Yeah, maybe I read it wrong at work lol. Good point.

Makes sense why Kuroi Mori is such a Powerhouse.

It was also specifically mentioned during one of the L5RLive videos by Brad to work that way, so if you're looking for an official ruling, it's already been given :)

I posted this in the other thread about Shameful Display.

GA-tcJQ5QSK2K3c2ZkMzfQ.png

5 hours ago, shosuko said:

I posted this in the other thread about Shameful Display.

GA-tcJQ5QSK2K3c2ZkMzfQ.png

This is relevant to the resolution of the effect, but not the actual targeting. There are separate rules for selecting an eligible target, being that:

  • Quote

    A card is not an eligible target for an ability if the resolution of that ability’s effect could not affect the target at all.

So I'm curious whether the temporary modification of the skill value counts as making some affect on the target, which would make a bowed character an eligible target.
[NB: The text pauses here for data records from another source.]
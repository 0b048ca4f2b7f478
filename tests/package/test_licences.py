"""The licence texts of what a wheel carries are in it."""

from __future__ import annotations

import tomllib
from pathlib import Path

ROOT = Path(__file__).parents[2]
#: Each build requirement whose code ends up in a wheel, and how its licence texts begin or what they hold.
CARRIED = {
    "pybind11": ("pybind11-BSD-3-Clause.txt", "Copyright (c) 2016 Wenzel Jakob"),
    "cmeel-eigen": ("Eigen-MPL-2.0.txt", "Mozilla Public License Version 2.0"),
    "boost-headers": ("Boost-BSL-1.0.txt", "Boost Software License - Version 1.0"),
    "tbb-devel": ("oneTBB-Apache-2.0.txt", "Apache License"),
}
#: The tool that builds leaves nothing of itself behind.
NOT_CARRIED = {"scikit-build-core"}


def test_each_library_of_the_build_has_its_licence_in_the_wheel() -> None:
    settings = tomllib.loads((ROOT / "pyproject.toml").read_text(encoding="utf-8"))
    requirements = {line.split(">")[0].split(";")[0].strip() for line in settings["build-system"]["requires"]}
    assert requirements - NOT_CARRIED == set(CARRIED)
    shipped = {path for pattern in settings["project"]["license-files"] for path in ROOT.glob(pattern)}
    listed = (ROOT / "cpp" / "licences" / "README.md").read_text(encoding="utf-8")
    for name, words in CARRIED.values():
        path = ROOT / "cpp" / "licences" / name
        assert path in shipped
        assert words in path.read_text(encoding="utf-8")
        assert name in listed
    binary = ROOT / "cpp" / "licences" / "oneTBB-binary-Intel-Simplified.txt"
    assert {binary, ROOT / "LICENSE"} <= shipped
    assert "without modification" in binary.read_text(encoding="utf-8")


def test_every_licence_text_is_listed() -> None:
    folder = ROOT / "cpp" / "licences"
    listed = (folder / "README.md").read_text(encoding="utf-8")
    assert all(path.name in listed for path in folder.iterdir() if path.name != "README.md")
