"""One engine module per instruction set: the right one is chosen, others are refused, none leaks into another."""

from __future__ import annotations

import os
import platform
import re
import shutil
import subprocess
import sys
from pathlib import Path

import pytest

import windage as wd
from windage import _loader

PACKAGE = Path(wd.__file__).resolve().parent
IS_X86 = platform.machine() in {"x86_64", "AMD64"}


def loaded_in_new_process(**environment: str) -> str:
    code = (
        "import sys, windage._loader as l; l.engine();"
        "print(','.join(sorted(m for m in sys.modules if '_engine_' in m)))"
    )
    done = subprocess.run(
        [sys.executable, "-c", code], env={**os.environ, **environment}, capture_output=True, text=True, check=False
    )
    return done.stdout.strip() if done.returncode == 0 else done.stderr


@pytest.mark.parametrize("name", [s for s in _loader.instruction_sets() if not _loader.missing_features(s)])
def test_exactly_the_module_asked_for_is_loaded(name: str) -> None:
    assert loaded_in_new_process(WINDAGE_INSTRUCTION_SET=name) == f"windage._engine_{name}"


def test_an_unknown_instruction_set_is_refused_with_the_known_ones() -> None:
    message = loaded_in_new_process(WINDAGE_INSTRUCTION_SET="v9")
    assert "EngineError" in message
    assert "'v9'" in message
    assert all(name in message for name in _loader.instruction_sets())


def test_an_impossible_instruction_set_is_refused_with_the_missing_feature(
    monkeypatch: pytest.MonkeyPatch,
) -> None:
    newest = _loader.instruction_sets()[0]
    monkeypatch.setenv("WINDAGE_INSTRUCTION_SET", newest)
    monkeypatch.setattr(_loader, "missing_features", lambda name: ["avx512f"] if name == newest else [])
    _loader.choice.cache_clear()
    try:
        with pytest.raises(wd.EngineError, match="lacks avx512f"):
            _loader.choice()
    finally:
        monkeypatch.undo()
        _loader.choice.cache_clear()


def test_the_fastest_possible_one_is_the_default(monkeypatch: pytest.MonkeyPatch) -> None:
    known = _loader.instruction_sets()
    monkeypatch.delenv("WINDAGE_INSTRUCTION_SET", raising=False)
    monkeypatch.setattr(_loader, "missing_features", lambda name: [] if name == known[-1] else ["avx2"])
    _loader.choice.cache_clear()
    try:
        assert _loader.choice()[0] == known[-1]
    finally:
        monkeypatch.undo()
        _loader.choice.cache_clear()


def test_the_configuration_names_what_was_chosen() -> None:
    config = wd.show_config()
    assert config["instruction set"].split()[0] in _loader.instruction_sets()
    assert int(config["lanes"]) >= 2
    assert config["oneTBB"]


def registers_used(module: str) -> set[str]:
    """Widest registers and instruction prefixes in the code of a module, by disassembly."""
    objdump = shutil.which("objdump")
    assert objdump, "binutils come with the compiler that built the package"
    file = next(PACKAGE.glob(f"{module}.*so"))
    text = subprocess.run([objdump, "-d", "--no-show-raw-insn", str(file)], capture_output=True, text=True, check=True)
    return {kind for kind in ("zmm", "ymm") if f"%{kind}" in text.stdout} | (
        {"vex"} if re.search(r"^\s+[0-9a-f]+:\s+v[a-z]+", text.stdout, re.MULTILINE) else set()
    )


@pytest.mark.skipif(not IS_X86, reason="registers of x86-64")
@pytest.mark.parametrize(
    ("module", "forbidden"),
    [
        ("_processor", {"zmm", "ymm", "vex"}),
        ("_statistics", {"zmm", "ymm", "vex"}),
        ("_engine_v2", {"zmm", "ymm", "vex"}),
        ("_engine_v3", {"zmm"}),
    ],
)
def test_no_module_holds_instructions_newer_than_its_own(module: str, forbidden: set[str]) -> None:
    assert not registers_used(module) & forbidden


@pytest.mark.skipif(not IS_X86, reason="registers of x86-64")
def test_the_disassembly_would_see_newer_instructions() -> None:
    assert "ymm" in registers_used("_engine_v3")
    assert "zmm" in registers_used("_engine_v4")


def test_libtbb_travels_with_the_package() -> None:
    assert (PACKAGE / "libtbb.so.12").is_file()
    maps = subprocess.run(
        [
            sys.executable,
            "-c",
            "import windage._loader as l; l.engine(); print(open('/proc/self/maps').read())",
        ],
        capture_output=True,
        text=True,
        check=True,
    ).stdout
    loaded = {line.split()[-1] for line in maps.splitlines() if "libtbb.so" in line}
    assert loaded == {str(PACKAGE / "libtbb.so.12")}
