"""The C++ library installs with a CMake package that another project can use, with the digits of the Python package."""

from __future__ import annotations

import os
import shutil
import subprocess
import sys
from importlib.metadata import files
from pathlib import Path

import numpy as np
import pytest

from windage import _evidence
from windage._loader import engine

ROOT = Path(__file__).resolve().parents[2]
CONSUMER = Path(__file__).resolve().parent / "consumer"

STUDY = {
    "seed": 7,
    "spreads": [{"name": "gain", "kind": "uniform", "numbers": [0.8, 1.3], "stream": 11}],
    "loop": {
        "sample_period": 0.01,
        "duration": 3.0,
        "plant": {
            "kind": "first_order",
            "states": ["x"],
            "initial_state": [0.0],
            "numbers": [("drawn", 0), 1.0],
        },
        "controller": {"controller_bandwidth": 4.0, "observer_bandwidth": 40.0},
        "reference": {"kind": "step", "numbers": [1.0, 0.0, 0.0]},
        "sensor": {"noise": 1e-3},
    },
    "measures": [{"kind": "peak", "signal": "error", "after": 1.0}],
}


def run(*command: str | Path) -> str:
    done = subprocess.run([str(c) for c in command], capture_output=True, text=True, check=False)
    assert done.returncode == 0, f"{command}\n{done.stdout[-4000:]}\n{done.stderr[-4000:]}"
    return done.stdout


def tool(name: str) -> str:
    found = shutil.which(name, path=f"{Path(sys.executable).parent}{os.pathsep}{os.environ['PATH']}")
    assert found, f"{name} is part of the test requirements"
    return found


def onetbb_prefix() -> list[str]:
    """Where the package index put oneTBB; nothing where the system provides it."""
    try:
        listed = files("tbb-devel") or []
    except ModuleNotFoundError:
        return []
    config = [f for f in listed if f.name == "TBBConfig.cmake"]
    return [f"-DTBB_DIR={Path(str(config[0].locate())).resolve().parent}"] if config else []


@pytest.fixture(scope="module")
def built(tmp_path_factory: pytest.TempPathFactory) -> Path:
    work = tmp_path_factory.mktemp("library")
    cmake, common = tool("cmake"), ["-G", "Ninja", f"-DCMAKE_MAKE_PROGRAM={tool('ninja')}", *onetbb_prefix()]
    run(cmake, "-S", ROOT, "-B", work / "build", *common, f"-DPython_EXECUTABLE={sys.executable}", "-DWINDAGE_TESTS=ON")
    run(cmake, "--build", work / "build")
    run(cmake, "--install", work / "build", "--prefix", work / "installed")
    run(cmake, "-S", CONSUMER, "-B", work / "consumer", *common, f"-DCMAKE_PREFIX_PATH={work / 'installed'}")
    run(cmake, "--build", work / "consumer")
    return work


def test_elementary_functions_have_the_same_bits_in_one_lane_and_in_a_pack(built: Path) -> None:
    program = next((built / "build").rglob("lanes_check"))
    assert run(program, "hash", "1") == run(program, "hash", "wide")


def test_installed_library_gives_the_digits_of_the_python_package(built: Path) -> None:
    printed = [float(line) for line in run(built / "consumer" / "consumer").split()]
    _, measures, _, completed = engine().Campaign(STUDY).run(0, 40)
    assert completed == 40
    np.testing.assert_array_equal(printed[:40], measures[0])
    failures = int(np.count_nonzero(measures[0] > 0.03))
    lower = _evidence.pass_probability_bounds(failures, 40, 0.95, side="lower")
    assert printed[40] == pytest.approx(lower.lower, rel=1e-12)
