def test_total_disturbance_of_an_integrator_chain_is_exact() -> None:
    # y^(n) = b u + w, so f = w + (b - b0) u, averaged over n sample periods with the weights of a B-spline.
    # B-splines, integrated by hand over whole intervals and over 0.3 and 0.7 of one: the command
    # changes 0.3 of a period after the sample instant.
    whole = {1: [1 / 2, 1 / 2], 2: [1 / 2, 1 / 2], 3: [1 / 12, 5 / 12, 5 / 12, 1 / 12]}
    first = {1: [0.15, 0.15], 2: [0.045, 0.3 - 0.045]}
    for order in (1, 2, 3):
        loop = crane(
            plant=wd.IntegratorChain(order, gain=1.5),
            controller=wd.OutputADRC(order, **TUNING),
            sensor=wd.Sensor(noise=1e-4),
            disturbances={"load": 0.7},
            actuator=wd.Actuator(),
        )
        margin = (order + 1) // 2
        rounding = 1e-13 / 0.01**order
        for delay, weights, extra in ((0.02, whole[order], None), (0.013, whole[order], first.get(order))):
            if delay == 0.013 and extra is None:
                continue
            replay = wd.Study(loop.with_(actuator=wd.Actuator(delay=delay)), [wd.peak("error") <= 1.0]).replay(0)
            u, f = replay["input"], replay.total_disturbance
            expected = np.convolve(u[:-1], weights[::-1], mode="valid")
            if extra is not None:
                late = [w - e for w, e in zip(weights, extra, strict=True)]
                expected = np.convolve(u[:-1], extra[::-1], mode="valid")
                expected += np.convolve(u[1:], late[::-1], mode="valid")
            assert np.isnan(f[:margin]).all()
            assert np.isnan(f[-margin:]).all()
            np.testing.assert_allclose(f[margin:-margin], 0.7 - 0.5 * expected, rtol=0, atol=rounding)


@pytest.mark.parametrize("form", [wd.OutputADRC, wd.ErrorADRC])
def test_estimated_disturbance_approaches_the_true_one(form: Any) -> None:
    loop = crane(
        plant=wd.IntegratorChain(2, gain=2.0),
        controller=form(2, b0=2.0, controller_bandwidth=5.0, observer_bandwidth=60.0),
        sensor=wd.Sensor(),
        actuator=wd.Actuator(),
        disturbances={"load": wd.Step(0.7, at=0.5)},
        sample_period=0.001,
        duration=1.0,
        reference=wd.Sine(0.3, period=20.0),
    )
    replay = wd.Study(loop, [wd.peak("error") <= 1.0]).replay(0)
    late = slice(700, 990)
    np.testing.assert_allclose(replay.total_disturbance[late], 0.7, atol=1e-6)
    np.testing.assert_allclose(replay.estimated_disturbance[late], 0.7, atol=0.08)


def test_warnings_speak_of_the_loop() -> None:
    assert crane().warnings() == []
    fast = crane(controller=wd.ErrorADRC(2, b0=2.0, controller_bandwidth=200.0, observer_bandwidth=130.0)).warnings()
    assert [text.split(":")[0] for text in fast] == ["controller"] * 3
    assert "observer_bandwidth * sample_period = 1.3" in fast[0]
    assert "slower than the controller" in fast[1]
    assert "observer_bandwidth * delay = 2.6" in fast[2]


def test_digest_tells_studies_apart_and_ignores_order_without_meaning() -> None:
    study = crane_study()
    plant = study.loop.plant
    turned = plant.with_(parameters=dict(reversed(plant.parameters.items())))
    assert study.with_(plant=turned).digest == study.digest
    assert study.with_(plant=turned) == study
    assert len(study.digest) == 64
    changed = [
        study.with_(seed=98),
        study.with_(duration=2.5),
        study.with_controller(wd.OutputADRC(2, **TUNING)),
        study.with_(measures=[]),
        study.with_(steps_per_sample=2),
        study.with_(requirements=list(reversed(study.requirements))),
    ]
    assert len({study.digest, *(other.digest for other in changed)}) == 7
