"""The notebooks run from top to bottom and print again what is stored in them, digit by digit."""

from __future__ import annotations

import re
import subprocess
import sys
from collections.abc import Iterator
from pathlib import Path
from typing import Any

import nbformat
import pytest

FOLDER = Path(__file__).resolve().parents[2] / "notebooks-examples"
NOTEBOOKS = sorted(FOLDER.glob("*.ipynb"))
#: In a process of its own: the kernel's machinery has threads and warnings that are not ours.
EXECUTE = """
import sys, nbformat
from nbclient import NotebookClient
source, target, folder = sys.argv[1:]
notebook = nbformat.read(source, as_version=4)
resources = {"metadata": {"path": folder}}
options = {"timeout": 1200, "kernel_name": "python3", "record_timing": False}
NotebookClient(notebook, resources=resources, **options).execute()
nbformat.write(notebook, target)
"""


def read(path: Path) -> Any:
    return nbformat.read(path, as_version=4)


def texts(cell: Any) -> Iterator[str]:
    """What a cell printed and returned, as text; pictures depend on fonts and are left out."""
    for output in cell.get("outputs", []):
        assert output["output_type"] != "error", output
        yield output["text"] if output["output_type"] == "stream" else output["data"]["text/plain"]


@pytest.fixture(scope="module", params=NOTEBOOKS, ids=lambda path: path.name)
def notebook(request: pytest.FixtureRequest) -> Path:
    assert isinstance(request.param, Path)
    return request.param


def test_there_is_a_notebook() -> None:
    assert "first_verdict.ipynb" in [path.name for path in NOTEBOOKS]


def test_notebook_prints_again_what_is_stored(notebook: Path, tmp_path: Path) -> None:
    executed = tmp_path / notebook.name
    command = [sys.executable, "-c", EXECUTE, str(notebook), str(executed), str(tmp_path)]
    done = subprocess.run(command, capture_output=True, text=True, check=False)
    assert done.returncode == 0, done.stderr[-4000:]
    stored, again = read(notebook), read(executed)
    assert len(stored.cells) == len(again.cells)
    for number, (before, after) in enumerate(zip(stored.cells, again.cells, strict=True)):
        assert list(texts(before)) == list(texts(after)), f"cell {number}"


def test_notebook_is_stored_executed_and_in_order(notebook: Path) -> None:
    cells = [cell for cell in read(notebook).cells if cell.cell_type == "code"]
    assert [cell.execution_count for cell in cells] == list(range(1, len(cells) + 1))
    assert sum("image/png" in output.get("data", {}) for cell in cells for output in cell.outputs) >= 2


def test_notebook_tells_nothing_of_the_machine_it_ran_on(notebook: Path) -> None:
    content = read(notebook)
    assert set(content.metadata) <= {"kernelspec", "language_info"}
    assert content.metadata.language_info == {"name": "python"}
    for cell in content.cells:
        assert not cell.metadata
        for text in texts(cell):
            assert not re.search(r"(?:^|[\s'\"(=])(?:/\w+/|[A-Z]:\\|~/)", text), text
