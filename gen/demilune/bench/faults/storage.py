"""Faults in the storage: the wrong triangle, place or diagonal."""

from __future__ import annotations

from collections.abc import Callable
from dataclasses import replace

from demilune.bench.faults.base import (
    ANY,
    OUTSIDE,
    fault,
    from_spec,
    is_inner,
    is_strips,
    moved,
    with_body,
    with_integer,
)
from demilune.index import symbol
from demilune.plan.build import Plan
from demilune.plan.rewrite import Statements
from demilune.plan.tree import (
    Assign,
    Binary,
    Declare,
    For,
    Load,
    Local,
    Statement,
    Store,
    leaves,
    values,
    walk,
)


@fault("the other triangle is used", OUTSIDE)
def wrong_triangle(plan: Plan) -> Plan:
    layout = plan.spec.layout
    other = "lower" if layout.triangle == "upper" else "upper"
    return from_spec(plan, replace(plan.spec, layout=replace(layout, triangle=other)))


@fault("rows and columns of the storage are exchanged", OUTSIDE)
def wrong_order(plan: Plan) -> Plan:
    layout = plan.spec.layout
    if len(layout.orders) == 1:
        return plan
    other = "row-major" if layout.order == "column-major" else "column-major"
    return from_spec(plan, replace(plan.spec, layout=replace(layout, order=other)))


@fault("the leading dimension is one too large", OUTSIDE)
def leading_dimension_plus_one(plan: Plan) -> Plan:
    return with_integer(plan, "ld", symbol("ld") + 1)


@fault("the leading dimension is one too small", OUTSIDE)
def leading_dimension_minus_one(plan: Plan) -> Plan:
    return with_integer(plan, "ld", symbol("ld") - 1)


@fault("the leading dimension is taken to be n", OUTSIDE)
def leading_dimension_ignored(plan: Plan) -> Plan:
    band = hasattr(plan.spec.layout, "kd")
    return plan if band else with_integer(plan, "ld", plan.spec.layout.size)


@fault("the half-bandwidth is one too large", OUTSIDE)
def bandwidth_plus_one(plan: Plan) -> Plan:
    return with_integer(plan, "kd", symbol("kd") + 1)


@fault("every element is read one place too late", OUTSIDE)
def matrix_shifted(plan: Plan) -> Plan:
    return moved(plan, "a", lambda index: index + 1)


@fault("every element is read one place too early", OUTSIDE)
def matrix_shifted_back(plan: Plan) -> Plan:
    return moved(plan, "a", lambda index: index - 1)


def _diagonal_statements(plan: Plan, change: Callable[[Statement], Statements]) -> Plan:
    """Changes the statements outside the loops over elements that add up something of ``a``."""

    def outside(body: Statements, strips: bool) -> Statements:
        result: list[Statement] = []
        bound: set[str] = set()
        for one in body:
            if isinstance(one, For):
                deeper = strips or is_strips(one)
                inner = one if is_inner(one) else replace(one, body=outside(one.body, deeper))
                result.append(inner)
                continue
            names = {
                leaf.name for v in values(one) for leaf in leaves(v) if isinstance(leaf, Local)
            }
            loads = any(
                isinstance(leaf, Load) and leaf.array == "a"
                for v in values(one)
                for leaf in leaves(v)
            )
            if isinstance(one, Declare) and loads:
                bound.add(one.name)
                result.append(one)
            elif isinstance(one, Assign | Store) and (loads or names & bound) and strips:
                result.extend(change(one))
            else:
                result.append(one)
        return tuple(result)

    return with_body(plan, outside(plan.routine.body, False))


@fault("the diagonal is never used", ANY)
def diagonal_never(plan: Plan) -> Plan:
    if plan.spec.arithmetic.compensated:
        return plan
    return _diagonal_statements(plan, lambda one: ())


@fault("the diagonal counts twice", ANY)
def diagonal_twice(plan: Plan) -> Plan:
    if plan.spec.arithmetic.compensated:
        return plan
    return _diagonal_statements(plan, lambda one: (one, one))


@fault("the imaginary part of a Hermitian diagonal is read", OUTSIDE)
def diagonal_imaginary_read(plan: Plan) -> Plan:
    def read(one: Statement) -> Statements:
        if not isinstance(one, Assign):
            return (one,)
        found = [v for v in leaves(one.value) if isinstance(v, Load) and v.array == "a"]
        if not found:
            return (one,)
        return (
            replace(one, value=Binary("+", one.value, replace(found[0], part=1), one.value.type)),
        )

    if not plan.spec.layout.hermitian or plan.spec.arithmetic.sums != plan.spec.arithmetic.real:
        return plan
    return _diagonal_statements(plan, _bound_reads(plan, read))


def _bound_reads(
    plan: Plan, read: Callable[[Statement], Statements]
) -> Callable[[Statement], Statements]:
    """``read`` for statements whose diagonal element was bound to a local first."""
    bound = {
        one.name: one.value
        for one in walk(plan.routine.body)
        if isinstance(one, Declare) and isinstance(one.value, Load) and one.value.array == "a"
    }

    def change(one: Statement) -> Statements:
        if isinstance(one, Assign):
            for leaf in leaves(one.value):
                if isinstance(leaf, Local) and leaf.name.startswith("akk") and leaf.name in bound:
                    extra = replace(bound[leaf.name], part=1)
                    return (replace(one, value=Binary("+", one.value, extra, one.value.type)),)
        return read(one)

    return change
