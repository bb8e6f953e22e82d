/*
 * One measurement of the buoy's attitude estimator, with the routines that
 * buoy_estimator.toml stands for. From the root of the project:
 *
 *     .venv/bin/demilune build examples/buoy_estimator.toml
 *     gcc -std=c99 -O2 -I build_out examples/use_from_c.c build_out/buoy.c -o build_out/use_from_c
 *     build_out/use_from_c
 *
 * The numbers are invented.
 */
#include <stdio.h>

#include "buoy.h"

enum { ROWS = 12, STORED = ROWS * (ROWS + 1) / 2 };

/* Where P(i,j) with i <= j is stored: the formula that buoy.h states. */
static int place(int i, int j)
{
    return i + j * (j + 1) / 2;
}

int main(void)
{
    float covariance[STORED];
    float sensor[ROWS] = {0.0f};
    float gain[ROWS];
    float expected[1];
    const float noise = 0.01f; /* variance of the sensor */

    for (int j = 0; j < ROWS; j++) { /* every state 0.04, neighbours related */
        float value = 0.04f;
        for (int i = j; i >= 0; i--) {
            covariance[place(i, j)] = value;
            value *= 0.5f;
        }
    }
    sensor[0] = 1.0f; /* the sensor shows the roll and half of its rate */
    sensor[3] = 0.5f;

    buoy_predict(covariance, sensor, gain);
    buoy_gate(covariance, sensor, expected);
    printf("expected variance of the measurement: %.7f\n", (double)(expected[0] + noise));

    printf("variance of the roll before it:       %.7f\n", (double)covariance[place(0, 0)]);
    buoy_update(-1.0f / (expected[0] + noise), gain, covariance);
    printf("variance of the roll after it:        %.7f\n", (double)covariance[place(0, 0)]);
    return 0;
}
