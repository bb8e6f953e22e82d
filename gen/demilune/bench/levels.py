"""The five levels of the bench, from the sharpest to the broadest."""

from __future__ import annotations

import hashlib
import time
from collections.abc import Callable, Collection, Iterator
from dataclasses import asdict, dataclass, field, replace
from typing import Any

import numpy as np

from demilune.bench import guard, isolation
from demilune.bench.evaluator import Evaluator
from demilune.bench.problem import (
    KINDS,
    PAD,
    Draw,
    Lanes,
    Problem,
    Setting,
    all_magnitudes,
    draw_setting,
    integers,
    lattice,
    make_problem,
    sizes_to_try,
    structured,
    structures,
    uniform,
    with_other_junk,
)
from demilune.bench.reference import errors, numpy_product
from demilune.bench.run import arguments_of, differences, foretell, run_case
from demilune.dtypes import REAL_DIGITS
from demilune.keys import RUNTIME
from demilune.plan.build import Plan
from demilune.toolchain.executables import CExecutable, Executable

LEVELS = ("exact", "faithful", "bound", "untouched", "calling")
EXACT_SCALARS = (0.0, 1.0, -1.0, 2.0, -3.0)
GENERAL_SCALARS = (1.0, -1.0, 2.5, 0.3, -0.7)
SECONDS = 300
"""How long all levels of one kernel may take before it is taken to hang."""
FEW = 3
"""Failures of one level that are told; the rest is counted."""


@dataclass
class Level:
    """What one level found."""

    name: str
    cases: int = 0
    failures: list[str] = field(default_factory=list)
    failed: int = 0
    skipped: str = ""
    facts: dict[str, Any] = field(default_factory=dict)

    @property
    def verdict(self) -> str:
        if self.failed:
            return "failed"
        return "skipped" if self.skipped and not self.cases else "passed"

    def fail(self, message: str) -> None:
        self.failed += 1
        if len(self.failures) < FEW:
            self.failures.append(message)


@dataclass
class Verdict:
    """What the bench found of one kernel."""

    kernel: str
    language: str
    seed: int
    levels: list[Level]
    seconds: float = 0.0

    @property
    def verified(self) -> bool:
        """Whether every level that applies holds, and at least one of the first two does."""
        ran = {level.name for level in self.levels if level.verdict == "passed"}
        return not any(level.failed for level in self.levels) and bool(ran & {"exact", "faithful"})

    @property
    def cases(self) -> int:
        return sum(level.cases for level in self.levels)

    def record(self) -> dict[str, Any]:
        """The verdict as plain data, without times, so that equal runs give equal records."""
        levels = [{**asdict(level), "verdict": level.verdict} for level in self.levels]
        return {
            "kernel": self.kernel, "language": self.language, "seed": self.seed,
            "verified": self.verified, "cases": self.cases, "levels": levels,
        }  # fmt: skip


def verify(
    plan: Plan, executable: Executable, seed: int = 1, until: Collection[str] = ()
) -> Verdict:
    """Runs all levels on a kernel; the same seed gives the same inputs.

    Ends early when one of the levels in ``until`` fails.
    """
    start = time.perf_counter()
    if isinstance(executable, CExecutable) and isolation.AVAILABLE:
        levels = _isolated(plan, executable, seed, until)
    else:
        levels = list(_levels(plan, executable, seed, until))
    verdict = Verdict(plan.spec.name, plan.spec.language, seed, levels)
    verdict.seconds = time.perf_counter() - start
    return verdict


def _isolated(plan: Plan, executable: Executable, seed: int, until: Collection[str]) -> list[Level]:
    """All levels in a child process, so that a kernel that crashes takes nothing with it."""
    levels: list[Level] = []
    try:
        for level in isolation.results(_levels(plan, executable, seed, until), SECONDS):
            levels.append(level)
    except Exception as ended:
        broken = Level(LEVELS[len(levels)])
        broken.fail(
            f"the kernel {ended}"
            if isinstance(ended, isolation.Ended)
            else (f"the bench broke, as it may where memory is overwritten: {ended!r}")
        )
        levels.append(broken)
        for name in LEVELS[len(levels) :]:
            levels.append(Level(name, skipped="the kernel ended the process before"))
    return levels


def _levels(
    plan: Plan, executable: Executable, seed: int, until: Collection[str]
) -> Iterator[Level]:
    if isinstance(executable, CExecutable) and plan.spec.schedule.threads > 1:
        executable.one_thread()  # threads do not outlive the fork that the bench runs in
    bench = _Bench(plan, executable, seed)
    checks: tuple[Callable[[Level], None], ...] = (
        bench.exact, bench.faithful, bench.bound, bench.untouched, bench.calling,
    )  # fmt: skip
    for name, check in zip(LEVELS, checks, strict=True):
        level = Level(name)
        bench.digest = hashlib.sha256()
        check(level)
        if level.cases:
            level.facts["results"] = bench.digest.hexdigest()
        yield level
        if level.failed and name in until:
            return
1 hour ago, LuceLineGames said:

So I'm curious whether the temporary modification of the skill value counts as making some affect on the target, which would make a bowed character an eligible target.

I'm not sure I follow... Can you clarify? Is this specifically about Shameful Display? Or is this about some other effect?

For Shameful Display - honoring an honored character, or dishonoring a dishonored character would have no effect. If they can be effected by the status change, then the status change is the change - not the temporary stat boost.

Is this about some other card effect?